• _REQUIRED ACTION_:
Among the entries that follow, the required portion opens with the line containing "if (!result.rolling_recorded) return;" and closes with the line containing "s.confidence = fit.confidence;". Give that portion again exactly, and nothing else.

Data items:
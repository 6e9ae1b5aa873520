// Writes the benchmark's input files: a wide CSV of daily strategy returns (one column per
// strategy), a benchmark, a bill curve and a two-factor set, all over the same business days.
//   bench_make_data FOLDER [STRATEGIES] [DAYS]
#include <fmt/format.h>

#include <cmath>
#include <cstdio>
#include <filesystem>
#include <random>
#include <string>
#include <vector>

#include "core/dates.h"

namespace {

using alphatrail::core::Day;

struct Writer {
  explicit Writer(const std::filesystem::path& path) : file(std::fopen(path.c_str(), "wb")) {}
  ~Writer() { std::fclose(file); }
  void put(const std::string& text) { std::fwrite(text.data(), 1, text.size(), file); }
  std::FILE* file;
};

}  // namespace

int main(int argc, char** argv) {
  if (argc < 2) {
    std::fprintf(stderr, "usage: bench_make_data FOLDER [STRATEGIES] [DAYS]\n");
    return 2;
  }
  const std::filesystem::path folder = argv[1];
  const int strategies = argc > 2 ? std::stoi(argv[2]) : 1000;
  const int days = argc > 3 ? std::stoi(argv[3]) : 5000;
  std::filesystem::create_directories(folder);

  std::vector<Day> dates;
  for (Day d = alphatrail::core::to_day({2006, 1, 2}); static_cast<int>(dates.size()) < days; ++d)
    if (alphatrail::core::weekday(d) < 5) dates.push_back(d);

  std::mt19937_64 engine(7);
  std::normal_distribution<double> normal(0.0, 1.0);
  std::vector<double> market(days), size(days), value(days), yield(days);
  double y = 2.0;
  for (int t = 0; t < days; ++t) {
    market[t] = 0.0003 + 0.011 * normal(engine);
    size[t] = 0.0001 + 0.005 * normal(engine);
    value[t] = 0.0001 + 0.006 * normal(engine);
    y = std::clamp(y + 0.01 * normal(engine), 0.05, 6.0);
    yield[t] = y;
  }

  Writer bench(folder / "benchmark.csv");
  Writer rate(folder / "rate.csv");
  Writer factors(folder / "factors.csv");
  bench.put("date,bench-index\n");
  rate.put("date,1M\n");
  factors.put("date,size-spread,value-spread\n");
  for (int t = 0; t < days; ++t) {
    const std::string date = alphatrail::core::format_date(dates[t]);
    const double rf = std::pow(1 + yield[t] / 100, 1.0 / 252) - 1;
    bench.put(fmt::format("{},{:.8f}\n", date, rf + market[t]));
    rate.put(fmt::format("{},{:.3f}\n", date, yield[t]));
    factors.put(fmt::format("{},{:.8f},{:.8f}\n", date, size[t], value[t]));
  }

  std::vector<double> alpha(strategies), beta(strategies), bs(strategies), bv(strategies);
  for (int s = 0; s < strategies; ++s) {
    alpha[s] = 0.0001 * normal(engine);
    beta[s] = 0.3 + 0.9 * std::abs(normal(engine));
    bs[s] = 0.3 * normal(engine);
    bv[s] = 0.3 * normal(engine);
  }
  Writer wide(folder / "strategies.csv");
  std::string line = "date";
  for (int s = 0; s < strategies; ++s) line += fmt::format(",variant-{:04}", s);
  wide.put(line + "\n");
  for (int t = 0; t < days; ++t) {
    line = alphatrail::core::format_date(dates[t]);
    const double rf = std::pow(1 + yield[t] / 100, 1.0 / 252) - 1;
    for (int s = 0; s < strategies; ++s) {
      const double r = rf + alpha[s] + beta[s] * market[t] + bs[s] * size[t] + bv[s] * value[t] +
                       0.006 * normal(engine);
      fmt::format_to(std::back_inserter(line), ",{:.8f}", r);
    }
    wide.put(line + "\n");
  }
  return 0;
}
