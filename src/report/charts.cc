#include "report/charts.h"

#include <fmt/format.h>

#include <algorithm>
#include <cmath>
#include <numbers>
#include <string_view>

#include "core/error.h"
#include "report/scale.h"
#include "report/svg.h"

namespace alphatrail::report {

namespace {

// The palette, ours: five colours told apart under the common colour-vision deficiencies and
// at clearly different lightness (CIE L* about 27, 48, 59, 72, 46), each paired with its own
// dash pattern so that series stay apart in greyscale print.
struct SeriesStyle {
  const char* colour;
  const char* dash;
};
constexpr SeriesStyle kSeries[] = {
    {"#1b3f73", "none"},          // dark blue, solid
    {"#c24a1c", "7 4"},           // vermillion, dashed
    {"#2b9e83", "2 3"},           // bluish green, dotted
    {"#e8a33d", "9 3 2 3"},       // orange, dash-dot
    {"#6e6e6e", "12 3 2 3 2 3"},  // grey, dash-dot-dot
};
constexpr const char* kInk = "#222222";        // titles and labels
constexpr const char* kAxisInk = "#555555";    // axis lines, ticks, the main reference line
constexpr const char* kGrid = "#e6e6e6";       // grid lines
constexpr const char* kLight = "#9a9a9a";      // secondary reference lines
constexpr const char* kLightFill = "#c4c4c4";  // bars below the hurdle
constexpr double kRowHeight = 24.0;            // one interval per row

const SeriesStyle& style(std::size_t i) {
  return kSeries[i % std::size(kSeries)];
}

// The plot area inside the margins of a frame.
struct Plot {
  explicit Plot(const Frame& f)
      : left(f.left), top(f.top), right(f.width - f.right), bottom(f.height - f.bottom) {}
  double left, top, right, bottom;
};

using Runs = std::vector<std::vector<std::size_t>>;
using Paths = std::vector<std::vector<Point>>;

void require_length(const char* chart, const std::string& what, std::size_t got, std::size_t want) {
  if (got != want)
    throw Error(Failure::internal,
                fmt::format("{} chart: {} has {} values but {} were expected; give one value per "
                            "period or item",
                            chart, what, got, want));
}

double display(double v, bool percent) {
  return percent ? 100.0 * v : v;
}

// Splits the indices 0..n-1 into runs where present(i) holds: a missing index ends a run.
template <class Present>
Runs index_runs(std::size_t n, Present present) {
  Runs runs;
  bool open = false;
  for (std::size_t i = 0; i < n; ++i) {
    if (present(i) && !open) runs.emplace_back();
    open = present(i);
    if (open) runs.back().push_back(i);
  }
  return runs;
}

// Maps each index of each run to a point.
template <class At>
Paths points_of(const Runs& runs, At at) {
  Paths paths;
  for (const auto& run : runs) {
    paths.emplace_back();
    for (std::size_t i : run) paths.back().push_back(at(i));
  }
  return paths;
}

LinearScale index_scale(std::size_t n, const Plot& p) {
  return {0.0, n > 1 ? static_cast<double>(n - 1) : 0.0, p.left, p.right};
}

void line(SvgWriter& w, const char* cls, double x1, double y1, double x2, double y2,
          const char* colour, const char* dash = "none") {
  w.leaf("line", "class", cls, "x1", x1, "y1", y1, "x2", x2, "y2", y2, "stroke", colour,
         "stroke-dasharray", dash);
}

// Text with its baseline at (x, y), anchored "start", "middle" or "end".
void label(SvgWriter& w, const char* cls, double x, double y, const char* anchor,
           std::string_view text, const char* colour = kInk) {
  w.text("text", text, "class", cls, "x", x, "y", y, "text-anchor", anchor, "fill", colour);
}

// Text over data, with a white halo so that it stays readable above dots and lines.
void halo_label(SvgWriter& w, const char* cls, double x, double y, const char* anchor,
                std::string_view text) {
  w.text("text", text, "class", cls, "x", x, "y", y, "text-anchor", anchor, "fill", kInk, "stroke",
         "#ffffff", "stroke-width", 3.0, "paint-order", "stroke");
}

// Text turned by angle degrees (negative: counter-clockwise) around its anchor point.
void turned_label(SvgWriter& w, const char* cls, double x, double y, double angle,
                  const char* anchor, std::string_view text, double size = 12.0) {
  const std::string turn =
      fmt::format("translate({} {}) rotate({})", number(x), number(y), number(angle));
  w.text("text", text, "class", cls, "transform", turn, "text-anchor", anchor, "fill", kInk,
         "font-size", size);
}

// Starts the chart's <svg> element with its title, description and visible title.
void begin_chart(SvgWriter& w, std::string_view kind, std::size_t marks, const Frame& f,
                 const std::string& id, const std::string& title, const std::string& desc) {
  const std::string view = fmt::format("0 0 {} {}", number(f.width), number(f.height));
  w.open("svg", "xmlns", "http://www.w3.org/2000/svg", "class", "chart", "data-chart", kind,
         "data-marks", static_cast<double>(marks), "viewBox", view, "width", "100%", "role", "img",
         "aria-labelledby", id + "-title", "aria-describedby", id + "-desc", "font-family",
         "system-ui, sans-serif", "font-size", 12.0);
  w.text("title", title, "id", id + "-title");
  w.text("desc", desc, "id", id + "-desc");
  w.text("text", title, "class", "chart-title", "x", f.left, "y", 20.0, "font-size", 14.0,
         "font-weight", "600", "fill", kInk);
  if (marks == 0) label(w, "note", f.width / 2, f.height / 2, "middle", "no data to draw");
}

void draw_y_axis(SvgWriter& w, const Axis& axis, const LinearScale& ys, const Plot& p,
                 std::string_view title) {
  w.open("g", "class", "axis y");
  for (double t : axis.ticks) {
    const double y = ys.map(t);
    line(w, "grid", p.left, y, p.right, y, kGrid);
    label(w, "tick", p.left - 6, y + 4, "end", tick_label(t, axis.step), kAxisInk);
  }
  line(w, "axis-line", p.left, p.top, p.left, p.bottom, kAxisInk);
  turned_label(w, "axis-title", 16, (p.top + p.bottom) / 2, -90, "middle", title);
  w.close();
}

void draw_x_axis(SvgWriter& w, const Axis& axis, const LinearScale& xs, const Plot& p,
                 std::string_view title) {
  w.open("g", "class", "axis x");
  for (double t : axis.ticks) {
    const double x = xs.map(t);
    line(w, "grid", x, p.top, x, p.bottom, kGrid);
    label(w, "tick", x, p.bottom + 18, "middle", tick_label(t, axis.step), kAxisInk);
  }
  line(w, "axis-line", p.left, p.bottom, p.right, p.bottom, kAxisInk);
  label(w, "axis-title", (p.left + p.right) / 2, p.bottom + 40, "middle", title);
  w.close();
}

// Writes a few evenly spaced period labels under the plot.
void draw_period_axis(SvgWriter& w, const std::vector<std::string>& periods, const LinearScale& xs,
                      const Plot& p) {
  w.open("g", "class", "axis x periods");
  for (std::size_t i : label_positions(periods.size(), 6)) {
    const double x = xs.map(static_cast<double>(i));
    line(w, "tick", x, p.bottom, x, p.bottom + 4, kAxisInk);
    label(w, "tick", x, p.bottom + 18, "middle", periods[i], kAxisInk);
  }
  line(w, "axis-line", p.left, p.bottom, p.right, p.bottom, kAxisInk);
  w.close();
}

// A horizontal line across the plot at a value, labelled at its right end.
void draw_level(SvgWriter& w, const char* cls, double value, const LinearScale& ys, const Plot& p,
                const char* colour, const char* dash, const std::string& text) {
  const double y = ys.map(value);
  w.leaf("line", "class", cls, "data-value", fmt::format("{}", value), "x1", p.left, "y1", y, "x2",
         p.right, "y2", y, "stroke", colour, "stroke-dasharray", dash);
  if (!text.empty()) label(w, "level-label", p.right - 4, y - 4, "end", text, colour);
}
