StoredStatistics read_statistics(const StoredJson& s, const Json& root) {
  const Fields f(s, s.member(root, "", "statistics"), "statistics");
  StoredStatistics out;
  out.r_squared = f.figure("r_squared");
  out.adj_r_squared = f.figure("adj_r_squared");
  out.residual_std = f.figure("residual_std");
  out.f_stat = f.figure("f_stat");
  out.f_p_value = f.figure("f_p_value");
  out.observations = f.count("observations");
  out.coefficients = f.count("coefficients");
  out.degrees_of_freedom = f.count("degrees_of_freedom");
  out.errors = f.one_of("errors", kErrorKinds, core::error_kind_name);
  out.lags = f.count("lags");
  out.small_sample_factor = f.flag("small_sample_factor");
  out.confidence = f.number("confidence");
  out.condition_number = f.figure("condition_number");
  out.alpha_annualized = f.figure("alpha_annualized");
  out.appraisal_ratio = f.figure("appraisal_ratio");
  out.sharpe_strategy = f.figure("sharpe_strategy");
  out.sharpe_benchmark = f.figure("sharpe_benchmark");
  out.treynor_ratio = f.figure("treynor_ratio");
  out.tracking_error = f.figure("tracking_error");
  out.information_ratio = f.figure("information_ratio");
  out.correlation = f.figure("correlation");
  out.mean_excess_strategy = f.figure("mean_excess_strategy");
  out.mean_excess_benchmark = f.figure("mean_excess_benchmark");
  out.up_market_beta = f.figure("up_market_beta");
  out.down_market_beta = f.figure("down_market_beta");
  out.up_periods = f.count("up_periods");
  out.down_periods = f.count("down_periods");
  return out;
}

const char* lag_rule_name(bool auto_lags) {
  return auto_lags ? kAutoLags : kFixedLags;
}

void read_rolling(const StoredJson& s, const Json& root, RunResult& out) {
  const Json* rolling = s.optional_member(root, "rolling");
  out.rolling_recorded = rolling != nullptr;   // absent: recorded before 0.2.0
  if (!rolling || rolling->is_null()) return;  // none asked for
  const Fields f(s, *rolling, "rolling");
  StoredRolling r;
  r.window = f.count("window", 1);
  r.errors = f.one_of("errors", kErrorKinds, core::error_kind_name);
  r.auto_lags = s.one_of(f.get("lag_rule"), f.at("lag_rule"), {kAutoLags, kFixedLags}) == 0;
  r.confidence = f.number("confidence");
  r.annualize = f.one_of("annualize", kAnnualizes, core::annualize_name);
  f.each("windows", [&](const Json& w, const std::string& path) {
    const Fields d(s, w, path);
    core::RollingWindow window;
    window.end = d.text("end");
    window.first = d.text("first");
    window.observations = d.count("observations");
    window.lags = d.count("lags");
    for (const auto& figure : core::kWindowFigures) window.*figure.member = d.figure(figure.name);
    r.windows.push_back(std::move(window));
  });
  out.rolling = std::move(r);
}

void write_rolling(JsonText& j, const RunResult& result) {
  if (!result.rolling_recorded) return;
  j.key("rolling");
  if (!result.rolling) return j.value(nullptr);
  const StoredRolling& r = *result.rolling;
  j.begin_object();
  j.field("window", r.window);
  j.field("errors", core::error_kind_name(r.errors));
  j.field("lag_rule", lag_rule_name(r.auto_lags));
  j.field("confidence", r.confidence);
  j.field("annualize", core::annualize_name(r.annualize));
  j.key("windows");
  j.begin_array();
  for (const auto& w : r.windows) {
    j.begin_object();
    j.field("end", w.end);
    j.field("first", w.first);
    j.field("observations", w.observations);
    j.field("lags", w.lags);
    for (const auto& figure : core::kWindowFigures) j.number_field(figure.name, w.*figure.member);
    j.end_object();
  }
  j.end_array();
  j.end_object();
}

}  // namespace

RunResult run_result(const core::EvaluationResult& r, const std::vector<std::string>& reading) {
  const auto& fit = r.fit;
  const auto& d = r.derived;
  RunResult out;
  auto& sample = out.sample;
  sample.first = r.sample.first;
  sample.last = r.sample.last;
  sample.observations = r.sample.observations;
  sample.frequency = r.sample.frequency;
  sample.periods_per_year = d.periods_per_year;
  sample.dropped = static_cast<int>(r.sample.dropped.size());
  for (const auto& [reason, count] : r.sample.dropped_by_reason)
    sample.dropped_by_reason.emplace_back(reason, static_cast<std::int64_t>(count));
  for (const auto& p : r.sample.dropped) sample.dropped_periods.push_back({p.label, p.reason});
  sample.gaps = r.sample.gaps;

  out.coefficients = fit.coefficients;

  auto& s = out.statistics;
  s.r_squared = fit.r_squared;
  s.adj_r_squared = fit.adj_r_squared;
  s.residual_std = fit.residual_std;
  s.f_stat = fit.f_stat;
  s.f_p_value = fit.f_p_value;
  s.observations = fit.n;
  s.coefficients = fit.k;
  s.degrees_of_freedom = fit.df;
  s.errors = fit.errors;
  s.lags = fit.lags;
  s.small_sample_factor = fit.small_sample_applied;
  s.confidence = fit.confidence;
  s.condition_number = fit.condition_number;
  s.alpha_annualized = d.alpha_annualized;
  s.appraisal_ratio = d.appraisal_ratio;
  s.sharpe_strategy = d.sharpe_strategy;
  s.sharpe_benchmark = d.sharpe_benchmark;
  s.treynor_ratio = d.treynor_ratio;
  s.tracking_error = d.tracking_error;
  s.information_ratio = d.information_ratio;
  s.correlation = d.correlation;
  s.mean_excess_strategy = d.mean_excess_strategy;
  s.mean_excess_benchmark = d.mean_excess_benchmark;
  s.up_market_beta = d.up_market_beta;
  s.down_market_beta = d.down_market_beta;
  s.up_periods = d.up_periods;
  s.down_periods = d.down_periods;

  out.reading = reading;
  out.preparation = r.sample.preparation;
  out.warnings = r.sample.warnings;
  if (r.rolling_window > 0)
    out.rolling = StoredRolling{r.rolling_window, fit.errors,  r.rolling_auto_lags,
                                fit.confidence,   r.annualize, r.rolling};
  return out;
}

• _SOLUTION FOR THIS EXERCISE_:
  if (!result.rolling_recorded) return;
  j.key("rolling");
  if (!result.rolling) return j.value(nullptr);
  const StoredRolling& r = *result.rolling;
  j.begin_object();
  j.field("window", r.window);
  j.field("errors", core::error_kind_name(r.errors));
  j.field("lag_rule", lag_rule_name(r.auto_lags));
  j.field("confidence", r.confidence);
  j.field("annualize", core::annualize_name(r.annualize));
  j.key("windows");
  j.begin_array();
  for (const auto& w : r.windows) {
    j.begin_object();
    j.field("end", w.end);
    j.field("first", w.first);
    j.field("observations", w.observations);
    j.field("lags", w.lags);
    for (const auto& figure : core::kWindowFigures) j.number_field(figure.name, w.*figure.member);
    j.end_object();
  }
  j.end_array();
  j.end_object();
}

}  // namespace

RunResult run_result(const core::EvaluationResult& r, const std::vector<std::string>& reading) {
  const auto& fit = r.fit;
  const auto& d = r.derived;
  RunResult out;
  auto& sample = out.sample;
  sample.first = r.sample.first;
  sample.last = r.sample.last;
  sample.observations = r.sample.observations;
  sample.frequency = r.sample.frequency;
  sample.periods_per_year = d.periods_per_year;
  sample.dropped = static_cast<int>(r.sample.dropped.size());
  for (const auto& [reason, count] : r.sample.dropped_by_reason)
    sample.dropped_by_reason.emplace_back(reason, static_cast<std::int64_t>(count));
  for (const auto& p : r.sample.dropped) sample.dropped_periods.push_back({p.label, p.reason});
  sample.gaps = r.sample.gaps;

  out.coefficients = fit.coefficients;

  auto& s = out.statistics;
  s.r_squared = fit.r_squared;
  s.adj_r_squared = fit.adj_r_squared;
  s.residual_std = fit.residual_std;
  s.f_stat = fit.f_stat;
  s.f_p_value = fit.f_p_value;
  s.observations = fit.n;
  s.coefficients = fit.k;
  s.degrees_of_freedom = fit.df;
  s.errors = fit.errors;
  s.lags = fit.lags;
  s.small_sample_factor = fit.small_sample_applied;
  s.confidence = fit.confidence;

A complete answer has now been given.